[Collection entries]
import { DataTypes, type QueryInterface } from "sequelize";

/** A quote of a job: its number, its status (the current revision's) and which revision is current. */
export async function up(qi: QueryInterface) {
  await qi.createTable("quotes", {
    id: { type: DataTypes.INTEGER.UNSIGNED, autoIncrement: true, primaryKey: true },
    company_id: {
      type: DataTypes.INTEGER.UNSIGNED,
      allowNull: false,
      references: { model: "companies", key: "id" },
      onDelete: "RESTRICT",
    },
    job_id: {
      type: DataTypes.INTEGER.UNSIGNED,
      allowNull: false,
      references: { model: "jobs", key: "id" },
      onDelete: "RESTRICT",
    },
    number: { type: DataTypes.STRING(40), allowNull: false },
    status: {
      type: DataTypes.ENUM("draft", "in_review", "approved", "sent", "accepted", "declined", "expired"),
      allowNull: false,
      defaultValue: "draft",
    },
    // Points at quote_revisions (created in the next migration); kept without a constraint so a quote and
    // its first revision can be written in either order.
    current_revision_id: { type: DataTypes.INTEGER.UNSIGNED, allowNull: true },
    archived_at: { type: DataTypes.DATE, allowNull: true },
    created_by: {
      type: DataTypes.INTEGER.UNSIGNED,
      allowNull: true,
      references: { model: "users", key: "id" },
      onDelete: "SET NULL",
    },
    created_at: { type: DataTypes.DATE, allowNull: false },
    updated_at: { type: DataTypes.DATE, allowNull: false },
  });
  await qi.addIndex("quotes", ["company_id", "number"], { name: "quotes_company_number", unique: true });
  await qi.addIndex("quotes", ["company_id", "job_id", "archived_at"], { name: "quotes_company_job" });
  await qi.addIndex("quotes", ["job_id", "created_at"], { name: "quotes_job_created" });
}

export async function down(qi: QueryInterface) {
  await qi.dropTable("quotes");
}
---
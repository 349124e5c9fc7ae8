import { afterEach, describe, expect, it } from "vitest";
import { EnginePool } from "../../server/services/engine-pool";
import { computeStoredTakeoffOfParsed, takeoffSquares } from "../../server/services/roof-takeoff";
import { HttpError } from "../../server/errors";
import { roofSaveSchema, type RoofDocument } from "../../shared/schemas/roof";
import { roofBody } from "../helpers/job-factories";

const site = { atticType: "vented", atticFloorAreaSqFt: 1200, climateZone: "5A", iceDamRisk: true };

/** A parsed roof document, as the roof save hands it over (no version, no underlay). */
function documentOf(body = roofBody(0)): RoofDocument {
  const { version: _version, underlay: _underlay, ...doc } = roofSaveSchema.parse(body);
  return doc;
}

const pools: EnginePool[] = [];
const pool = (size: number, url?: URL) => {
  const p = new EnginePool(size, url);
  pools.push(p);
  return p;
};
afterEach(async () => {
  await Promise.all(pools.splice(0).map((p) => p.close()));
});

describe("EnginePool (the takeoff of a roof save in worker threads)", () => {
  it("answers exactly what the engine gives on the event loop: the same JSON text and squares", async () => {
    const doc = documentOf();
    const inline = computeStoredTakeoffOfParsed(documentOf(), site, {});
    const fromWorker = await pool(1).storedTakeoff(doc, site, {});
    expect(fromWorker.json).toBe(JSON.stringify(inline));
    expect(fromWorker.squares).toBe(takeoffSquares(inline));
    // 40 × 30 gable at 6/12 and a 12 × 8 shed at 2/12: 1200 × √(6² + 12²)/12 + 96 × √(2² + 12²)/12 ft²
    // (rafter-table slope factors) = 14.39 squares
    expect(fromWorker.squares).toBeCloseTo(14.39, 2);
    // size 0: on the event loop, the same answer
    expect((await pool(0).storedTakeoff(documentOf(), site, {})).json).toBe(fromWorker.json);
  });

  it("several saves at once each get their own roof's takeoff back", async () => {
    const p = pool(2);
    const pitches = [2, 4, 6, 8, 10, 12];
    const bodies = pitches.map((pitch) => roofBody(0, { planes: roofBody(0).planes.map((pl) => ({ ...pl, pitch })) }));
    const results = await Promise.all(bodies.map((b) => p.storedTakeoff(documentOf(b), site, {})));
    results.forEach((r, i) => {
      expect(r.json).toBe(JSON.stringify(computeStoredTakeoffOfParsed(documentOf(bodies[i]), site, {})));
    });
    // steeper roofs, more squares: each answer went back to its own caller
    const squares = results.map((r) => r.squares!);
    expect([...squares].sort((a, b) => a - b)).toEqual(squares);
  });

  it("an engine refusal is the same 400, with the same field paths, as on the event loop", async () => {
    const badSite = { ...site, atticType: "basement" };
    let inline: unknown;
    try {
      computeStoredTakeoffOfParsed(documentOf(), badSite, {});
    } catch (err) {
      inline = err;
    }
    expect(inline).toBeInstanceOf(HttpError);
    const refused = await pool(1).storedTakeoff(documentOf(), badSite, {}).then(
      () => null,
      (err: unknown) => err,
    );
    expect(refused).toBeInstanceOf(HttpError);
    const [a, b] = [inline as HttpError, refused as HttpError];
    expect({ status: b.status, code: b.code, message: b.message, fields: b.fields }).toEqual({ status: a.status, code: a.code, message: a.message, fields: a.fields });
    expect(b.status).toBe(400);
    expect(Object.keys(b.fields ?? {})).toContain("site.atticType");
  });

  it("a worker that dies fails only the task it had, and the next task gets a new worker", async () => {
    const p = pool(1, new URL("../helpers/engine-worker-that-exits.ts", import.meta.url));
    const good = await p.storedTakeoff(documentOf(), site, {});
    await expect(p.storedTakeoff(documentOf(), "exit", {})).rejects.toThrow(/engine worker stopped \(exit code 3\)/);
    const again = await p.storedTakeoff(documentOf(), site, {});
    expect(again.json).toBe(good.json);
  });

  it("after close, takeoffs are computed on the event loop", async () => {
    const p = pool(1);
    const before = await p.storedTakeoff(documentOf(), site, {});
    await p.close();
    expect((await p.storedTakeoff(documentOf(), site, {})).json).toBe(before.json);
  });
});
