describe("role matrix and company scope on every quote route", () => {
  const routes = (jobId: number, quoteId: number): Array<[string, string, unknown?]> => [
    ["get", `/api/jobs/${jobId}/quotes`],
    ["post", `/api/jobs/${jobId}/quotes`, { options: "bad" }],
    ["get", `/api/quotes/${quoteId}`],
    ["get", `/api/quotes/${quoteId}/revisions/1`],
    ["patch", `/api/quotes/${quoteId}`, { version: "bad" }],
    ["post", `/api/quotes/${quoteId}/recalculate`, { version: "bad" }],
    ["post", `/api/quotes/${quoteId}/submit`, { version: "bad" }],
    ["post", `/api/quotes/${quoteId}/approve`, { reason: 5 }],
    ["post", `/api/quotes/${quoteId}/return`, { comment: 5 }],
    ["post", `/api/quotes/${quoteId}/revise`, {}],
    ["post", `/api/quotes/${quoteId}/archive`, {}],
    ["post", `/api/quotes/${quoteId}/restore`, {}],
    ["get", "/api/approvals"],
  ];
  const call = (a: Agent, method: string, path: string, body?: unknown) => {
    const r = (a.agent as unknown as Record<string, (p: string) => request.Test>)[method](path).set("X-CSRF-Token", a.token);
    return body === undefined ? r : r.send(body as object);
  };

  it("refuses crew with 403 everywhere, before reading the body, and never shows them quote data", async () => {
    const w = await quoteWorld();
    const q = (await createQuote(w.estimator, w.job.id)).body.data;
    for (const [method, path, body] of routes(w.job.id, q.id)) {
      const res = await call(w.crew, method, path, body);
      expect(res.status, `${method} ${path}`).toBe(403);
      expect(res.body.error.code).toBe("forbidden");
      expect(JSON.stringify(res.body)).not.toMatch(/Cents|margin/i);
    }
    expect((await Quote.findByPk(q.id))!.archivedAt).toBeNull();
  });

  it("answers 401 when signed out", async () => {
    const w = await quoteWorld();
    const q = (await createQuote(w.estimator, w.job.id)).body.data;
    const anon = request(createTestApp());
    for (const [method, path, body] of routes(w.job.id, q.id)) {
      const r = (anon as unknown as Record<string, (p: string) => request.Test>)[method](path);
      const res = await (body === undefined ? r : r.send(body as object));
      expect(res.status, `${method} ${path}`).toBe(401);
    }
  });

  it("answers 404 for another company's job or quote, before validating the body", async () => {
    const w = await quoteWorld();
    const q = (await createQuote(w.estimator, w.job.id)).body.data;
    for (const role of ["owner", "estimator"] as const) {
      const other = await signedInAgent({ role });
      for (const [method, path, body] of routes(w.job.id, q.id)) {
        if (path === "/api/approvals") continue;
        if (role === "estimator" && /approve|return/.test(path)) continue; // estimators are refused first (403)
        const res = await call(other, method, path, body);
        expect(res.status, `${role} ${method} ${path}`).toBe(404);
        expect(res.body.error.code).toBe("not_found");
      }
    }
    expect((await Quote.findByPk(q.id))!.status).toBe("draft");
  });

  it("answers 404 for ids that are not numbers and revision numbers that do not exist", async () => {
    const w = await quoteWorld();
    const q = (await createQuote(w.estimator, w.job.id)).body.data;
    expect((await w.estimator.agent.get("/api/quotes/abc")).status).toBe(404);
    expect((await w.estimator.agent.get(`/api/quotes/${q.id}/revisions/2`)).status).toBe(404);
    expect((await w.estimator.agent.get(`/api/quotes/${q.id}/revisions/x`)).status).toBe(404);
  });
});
--
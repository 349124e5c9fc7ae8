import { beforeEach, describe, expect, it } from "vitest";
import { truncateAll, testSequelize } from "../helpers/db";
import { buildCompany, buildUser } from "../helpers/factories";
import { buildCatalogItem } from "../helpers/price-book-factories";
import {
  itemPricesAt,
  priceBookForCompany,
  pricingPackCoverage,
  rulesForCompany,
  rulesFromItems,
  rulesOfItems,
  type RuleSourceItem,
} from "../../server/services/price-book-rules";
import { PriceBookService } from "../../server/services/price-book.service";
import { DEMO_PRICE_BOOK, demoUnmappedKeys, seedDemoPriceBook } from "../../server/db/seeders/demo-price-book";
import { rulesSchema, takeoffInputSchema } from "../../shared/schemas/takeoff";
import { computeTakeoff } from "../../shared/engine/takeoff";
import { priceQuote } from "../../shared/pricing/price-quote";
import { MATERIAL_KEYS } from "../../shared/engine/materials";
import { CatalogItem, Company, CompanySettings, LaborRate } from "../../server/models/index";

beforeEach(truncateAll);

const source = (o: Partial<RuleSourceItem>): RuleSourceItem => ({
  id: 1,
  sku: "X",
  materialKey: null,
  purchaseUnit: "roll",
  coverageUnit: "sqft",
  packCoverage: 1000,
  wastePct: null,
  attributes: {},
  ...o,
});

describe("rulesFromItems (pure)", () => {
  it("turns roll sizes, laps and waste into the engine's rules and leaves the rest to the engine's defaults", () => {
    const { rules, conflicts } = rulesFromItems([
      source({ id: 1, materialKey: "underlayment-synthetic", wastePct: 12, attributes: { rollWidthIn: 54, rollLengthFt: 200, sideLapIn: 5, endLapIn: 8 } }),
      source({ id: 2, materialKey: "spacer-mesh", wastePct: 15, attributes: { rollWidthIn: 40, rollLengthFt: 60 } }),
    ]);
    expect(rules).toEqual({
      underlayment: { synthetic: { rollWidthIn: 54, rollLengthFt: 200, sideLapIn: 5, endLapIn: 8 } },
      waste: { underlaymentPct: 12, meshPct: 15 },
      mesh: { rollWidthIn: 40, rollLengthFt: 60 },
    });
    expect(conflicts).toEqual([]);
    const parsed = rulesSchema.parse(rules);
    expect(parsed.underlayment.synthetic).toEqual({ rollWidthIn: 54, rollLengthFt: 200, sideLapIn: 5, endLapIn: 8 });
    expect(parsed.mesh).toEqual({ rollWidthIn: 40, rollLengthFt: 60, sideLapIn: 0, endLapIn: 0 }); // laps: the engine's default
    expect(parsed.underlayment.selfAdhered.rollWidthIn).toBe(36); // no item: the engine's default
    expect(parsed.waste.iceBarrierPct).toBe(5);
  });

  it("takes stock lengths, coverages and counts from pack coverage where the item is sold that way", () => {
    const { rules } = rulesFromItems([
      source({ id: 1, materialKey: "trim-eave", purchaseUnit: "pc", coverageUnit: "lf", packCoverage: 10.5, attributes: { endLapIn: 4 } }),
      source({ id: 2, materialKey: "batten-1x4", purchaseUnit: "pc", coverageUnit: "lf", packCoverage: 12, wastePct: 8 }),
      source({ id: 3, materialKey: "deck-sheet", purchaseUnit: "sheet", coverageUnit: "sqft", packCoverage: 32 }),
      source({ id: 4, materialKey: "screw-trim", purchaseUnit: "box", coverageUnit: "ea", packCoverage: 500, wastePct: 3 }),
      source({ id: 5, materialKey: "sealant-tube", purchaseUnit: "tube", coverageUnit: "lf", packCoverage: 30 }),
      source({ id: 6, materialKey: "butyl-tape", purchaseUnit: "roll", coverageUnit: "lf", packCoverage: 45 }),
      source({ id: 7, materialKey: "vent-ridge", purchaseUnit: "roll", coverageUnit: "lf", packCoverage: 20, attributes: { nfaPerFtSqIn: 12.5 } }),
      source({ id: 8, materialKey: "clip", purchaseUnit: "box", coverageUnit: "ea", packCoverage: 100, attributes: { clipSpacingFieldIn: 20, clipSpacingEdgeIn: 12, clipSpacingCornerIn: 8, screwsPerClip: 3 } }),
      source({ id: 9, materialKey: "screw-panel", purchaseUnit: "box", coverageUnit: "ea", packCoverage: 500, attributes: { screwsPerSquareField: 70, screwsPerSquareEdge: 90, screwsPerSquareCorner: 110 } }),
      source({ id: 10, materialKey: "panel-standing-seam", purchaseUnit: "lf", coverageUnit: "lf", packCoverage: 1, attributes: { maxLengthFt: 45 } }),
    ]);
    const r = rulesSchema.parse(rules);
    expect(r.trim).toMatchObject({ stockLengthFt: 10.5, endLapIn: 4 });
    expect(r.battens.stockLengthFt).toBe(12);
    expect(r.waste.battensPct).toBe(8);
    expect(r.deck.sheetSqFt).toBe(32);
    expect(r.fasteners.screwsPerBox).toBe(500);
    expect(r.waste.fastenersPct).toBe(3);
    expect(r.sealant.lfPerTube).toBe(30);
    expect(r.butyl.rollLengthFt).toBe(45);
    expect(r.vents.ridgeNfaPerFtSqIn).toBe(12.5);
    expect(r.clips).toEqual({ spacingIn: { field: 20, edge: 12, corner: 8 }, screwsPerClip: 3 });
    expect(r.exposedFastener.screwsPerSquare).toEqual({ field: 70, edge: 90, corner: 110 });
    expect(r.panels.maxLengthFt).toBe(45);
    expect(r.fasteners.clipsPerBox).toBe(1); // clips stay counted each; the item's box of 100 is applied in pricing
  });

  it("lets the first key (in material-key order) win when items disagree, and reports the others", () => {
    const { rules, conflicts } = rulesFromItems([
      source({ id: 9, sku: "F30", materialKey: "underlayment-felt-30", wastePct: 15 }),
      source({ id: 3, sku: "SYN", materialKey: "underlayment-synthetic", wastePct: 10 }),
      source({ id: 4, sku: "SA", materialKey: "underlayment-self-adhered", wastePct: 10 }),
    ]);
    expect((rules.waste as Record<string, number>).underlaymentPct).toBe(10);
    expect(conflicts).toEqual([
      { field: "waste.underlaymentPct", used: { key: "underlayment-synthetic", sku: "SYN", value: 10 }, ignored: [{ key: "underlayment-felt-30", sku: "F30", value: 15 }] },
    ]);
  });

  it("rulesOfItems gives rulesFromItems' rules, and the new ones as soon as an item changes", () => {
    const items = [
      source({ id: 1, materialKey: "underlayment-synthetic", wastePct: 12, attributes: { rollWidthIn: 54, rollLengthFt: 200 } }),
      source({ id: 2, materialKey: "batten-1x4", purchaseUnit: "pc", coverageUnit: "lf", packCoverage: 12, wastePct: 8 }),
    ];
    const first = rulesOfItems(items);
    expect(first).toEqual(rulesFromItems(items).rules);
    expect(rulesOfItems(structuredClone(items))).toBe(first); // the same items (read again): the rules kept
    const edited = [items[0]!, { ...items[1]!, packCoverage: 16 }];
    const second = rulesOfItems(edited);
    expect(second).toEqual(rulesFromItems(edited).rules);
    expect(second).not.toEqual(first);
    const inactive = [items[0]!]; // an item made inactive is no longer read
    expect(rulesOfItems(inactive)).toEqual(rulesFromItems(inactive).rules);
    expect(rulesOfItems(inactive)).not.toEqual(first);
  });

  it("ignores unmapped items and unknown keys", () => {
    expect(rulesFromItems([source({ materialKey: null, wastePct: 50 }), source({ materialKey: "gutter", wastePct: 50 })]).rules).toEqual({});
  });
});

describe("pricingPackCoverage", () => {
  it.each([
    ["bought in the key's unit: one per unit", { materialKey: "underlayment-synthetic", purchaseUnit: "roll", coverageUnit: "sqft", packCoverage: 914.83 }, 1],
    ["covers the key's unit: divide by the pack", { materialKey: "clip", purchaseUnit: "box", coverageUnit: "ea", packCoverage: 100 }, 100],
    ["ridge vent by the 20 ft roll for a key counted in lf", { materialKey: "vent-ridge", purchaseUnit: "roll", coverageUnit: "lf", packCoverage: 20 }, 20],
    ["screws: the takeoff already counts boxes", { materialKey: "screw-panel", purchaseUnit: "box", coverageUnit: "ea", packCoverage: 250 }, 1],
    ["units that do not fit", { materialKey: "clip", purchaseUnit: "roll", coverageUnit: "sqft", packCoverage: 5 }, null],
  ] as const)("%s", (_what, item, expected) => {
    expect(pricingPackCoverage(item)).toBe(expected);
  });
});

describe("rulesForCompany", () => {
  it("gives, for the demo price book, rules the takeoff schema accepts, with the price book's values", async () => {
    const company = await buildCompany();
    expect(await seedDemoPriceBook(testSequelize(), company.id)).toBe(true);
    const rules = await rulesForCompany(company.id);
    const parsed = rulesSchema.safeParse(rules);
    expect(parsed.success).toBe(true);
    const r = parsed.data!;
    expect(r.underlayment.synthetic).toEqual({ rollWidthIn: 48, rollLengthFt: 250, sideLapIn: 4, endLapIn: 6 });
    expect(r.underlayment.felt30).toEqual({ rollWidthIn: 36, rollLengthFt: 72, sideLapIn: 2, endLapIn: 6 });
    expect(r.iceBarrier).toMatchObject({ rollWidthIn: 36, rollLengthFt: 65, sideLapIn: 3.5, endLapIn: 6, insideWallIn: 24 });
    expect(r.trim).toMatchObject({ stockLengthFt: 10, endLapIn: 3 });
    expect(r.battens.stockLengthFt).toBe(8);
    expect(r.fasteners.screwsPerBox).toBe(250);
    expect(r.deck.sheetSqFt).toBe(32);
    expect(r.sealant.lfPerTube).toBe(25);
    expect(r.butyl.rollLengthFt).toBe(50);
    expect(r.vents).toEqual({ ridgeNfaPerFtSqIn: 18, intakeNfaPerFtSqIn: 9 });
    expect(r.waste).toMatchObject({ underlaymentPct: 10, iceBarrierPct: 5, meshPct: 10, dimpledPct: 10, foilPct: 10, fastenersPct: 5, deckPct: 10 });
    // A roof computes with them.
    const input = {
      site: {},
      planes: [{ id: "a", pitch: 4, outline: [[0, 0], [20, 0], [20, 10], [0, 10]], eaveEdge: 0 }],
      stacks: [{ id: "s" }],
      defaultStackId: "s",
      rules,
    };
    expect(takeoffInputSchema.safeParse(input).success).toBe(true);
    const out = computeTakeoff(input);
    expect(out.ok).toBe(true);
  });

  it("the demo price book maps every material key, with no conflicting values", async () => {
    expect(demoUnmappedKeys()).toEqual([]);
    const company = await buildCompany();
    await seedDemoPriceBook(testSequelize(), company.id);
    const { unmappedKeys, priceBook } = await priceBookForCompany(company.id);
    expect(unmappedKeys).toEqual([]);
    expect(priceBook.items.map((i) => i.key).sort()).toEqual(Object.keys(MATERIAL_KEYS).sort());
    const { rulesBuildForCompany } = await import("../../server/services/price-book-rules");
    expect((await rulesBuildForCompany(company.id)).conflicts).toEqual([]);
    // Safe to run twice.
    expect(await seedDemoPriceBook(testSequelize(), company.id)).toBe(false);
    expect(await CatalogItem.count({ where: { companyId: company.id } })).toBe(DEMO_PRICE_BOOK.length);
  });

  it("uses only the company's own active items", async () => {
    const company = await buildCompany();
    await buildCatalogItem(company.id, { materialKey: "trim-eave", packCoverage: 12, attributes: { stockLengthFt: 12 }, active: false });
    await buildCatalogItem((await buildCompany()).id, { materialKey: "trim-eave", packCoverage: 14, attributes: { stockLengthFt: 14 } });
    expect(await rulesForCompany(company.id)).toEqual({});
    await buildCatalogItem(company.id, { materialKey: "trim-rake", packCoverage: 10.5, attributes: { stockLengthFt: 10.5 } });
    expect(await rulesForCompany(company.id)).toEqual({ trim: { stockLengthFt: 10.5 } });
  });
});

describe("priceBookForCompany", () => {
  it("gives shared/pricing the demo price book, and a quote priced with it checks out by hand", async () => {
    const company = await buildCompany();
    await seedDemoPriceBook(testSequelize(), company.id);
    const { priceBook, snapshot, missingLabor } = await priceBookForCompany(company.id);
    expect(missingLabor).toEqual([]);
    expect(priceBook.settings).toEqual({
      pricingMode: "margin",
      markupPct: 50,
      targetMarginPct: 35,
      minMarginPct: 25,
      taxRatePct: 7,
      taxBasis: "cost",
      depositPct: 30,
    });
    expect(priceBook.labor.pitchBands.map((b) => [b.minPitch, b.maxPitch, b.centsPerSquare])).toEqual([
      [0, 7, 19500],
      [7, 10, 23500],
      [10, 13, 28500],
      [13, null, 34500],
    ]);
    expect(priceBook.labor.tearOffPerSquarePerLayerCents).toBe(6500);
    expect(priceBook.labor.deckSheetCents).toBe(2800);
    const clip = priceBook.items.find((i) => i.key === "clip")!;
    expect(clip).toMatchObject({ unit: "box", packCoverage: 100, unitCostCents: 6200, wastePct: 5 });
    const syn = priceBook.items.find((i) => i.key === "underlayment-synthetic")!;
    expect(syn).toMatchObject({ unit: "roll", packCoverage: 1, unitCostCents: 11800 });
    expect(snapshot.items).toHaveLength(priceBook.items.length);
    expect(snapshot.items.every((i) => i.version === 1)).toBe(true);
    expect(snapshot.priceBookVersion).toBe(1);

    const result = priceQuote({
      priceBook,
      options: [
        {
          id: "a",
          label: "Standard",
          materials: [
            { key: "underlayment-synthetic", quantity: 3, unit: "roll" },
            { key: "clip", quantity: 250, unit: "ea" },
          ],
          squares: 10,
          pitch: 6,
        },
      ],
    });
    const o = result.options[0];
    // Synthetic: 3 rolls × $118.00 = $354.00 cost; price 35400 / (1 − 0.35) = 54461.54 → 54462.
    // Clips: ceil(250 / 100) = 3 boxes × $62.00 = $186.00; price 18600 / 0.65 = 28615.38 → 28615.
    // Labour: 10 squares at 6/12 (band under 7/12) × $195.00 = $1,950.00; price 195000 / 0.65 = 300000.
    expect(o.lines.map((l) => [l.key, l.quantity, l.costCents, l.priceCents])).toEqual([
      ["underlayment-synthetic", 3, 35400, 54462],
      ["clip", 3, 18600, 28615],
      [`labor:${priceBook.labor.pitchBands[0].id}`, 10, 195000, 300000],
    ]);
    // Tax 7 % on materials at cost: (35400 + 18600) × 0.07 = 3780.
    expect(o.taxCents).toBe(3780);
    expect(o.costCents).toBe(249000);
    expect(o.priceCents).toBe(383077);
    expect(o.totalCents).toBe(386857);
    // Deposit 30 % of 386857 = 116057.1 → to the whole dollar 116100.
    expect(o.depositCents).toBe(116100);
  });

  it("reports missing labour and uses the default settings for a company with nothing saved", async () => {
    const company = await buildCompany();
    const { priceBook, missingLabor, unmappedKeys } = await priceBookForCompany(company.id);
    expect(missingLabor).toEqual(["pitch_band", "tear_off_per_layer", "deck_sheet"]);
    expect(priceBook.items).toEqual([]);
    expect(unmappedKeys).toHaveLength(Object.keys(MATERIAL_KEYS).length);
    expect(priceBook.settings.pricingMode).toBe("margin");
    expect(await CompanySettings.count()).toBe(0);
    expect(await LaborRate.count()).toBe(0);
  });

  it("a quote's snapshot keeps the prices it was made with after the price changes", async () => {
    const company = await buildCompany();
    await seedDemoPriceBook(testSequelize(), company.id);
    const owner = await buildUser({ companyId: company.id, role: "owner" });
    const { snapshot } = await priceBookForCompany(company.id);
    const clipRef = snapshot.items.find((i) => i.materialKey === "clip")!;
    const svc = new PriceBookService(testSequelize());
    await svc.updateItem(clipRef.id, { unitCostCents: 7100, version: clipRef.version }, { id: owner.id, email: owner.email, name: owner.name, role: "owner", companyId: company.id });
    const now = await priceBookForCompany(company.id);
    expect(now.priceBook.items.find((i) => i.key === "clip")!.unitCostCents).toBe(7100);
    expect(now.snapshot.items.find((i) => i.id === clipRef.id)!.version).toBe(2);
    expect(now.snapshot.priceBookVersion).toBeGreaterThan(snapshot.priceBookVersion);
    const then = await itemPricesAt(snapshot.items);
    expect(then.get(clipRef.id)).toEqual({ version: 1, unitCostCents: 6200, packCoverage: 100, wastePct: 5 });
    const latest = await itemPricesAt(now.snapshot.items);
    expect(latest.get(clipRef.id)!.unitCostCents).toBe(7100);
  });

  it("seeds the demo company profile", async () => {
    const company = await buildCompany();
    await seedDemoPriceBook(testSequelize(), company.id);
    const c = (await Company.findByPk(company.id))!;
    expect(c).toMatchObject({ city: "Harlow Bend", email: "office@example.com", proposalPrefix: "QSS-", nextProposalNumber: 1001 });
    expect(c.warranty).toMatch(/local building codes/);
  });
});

**Required action**
Scan the records above for lines with the word "safeParse". Then report how many there are, as a bare number.

**Written answer**
2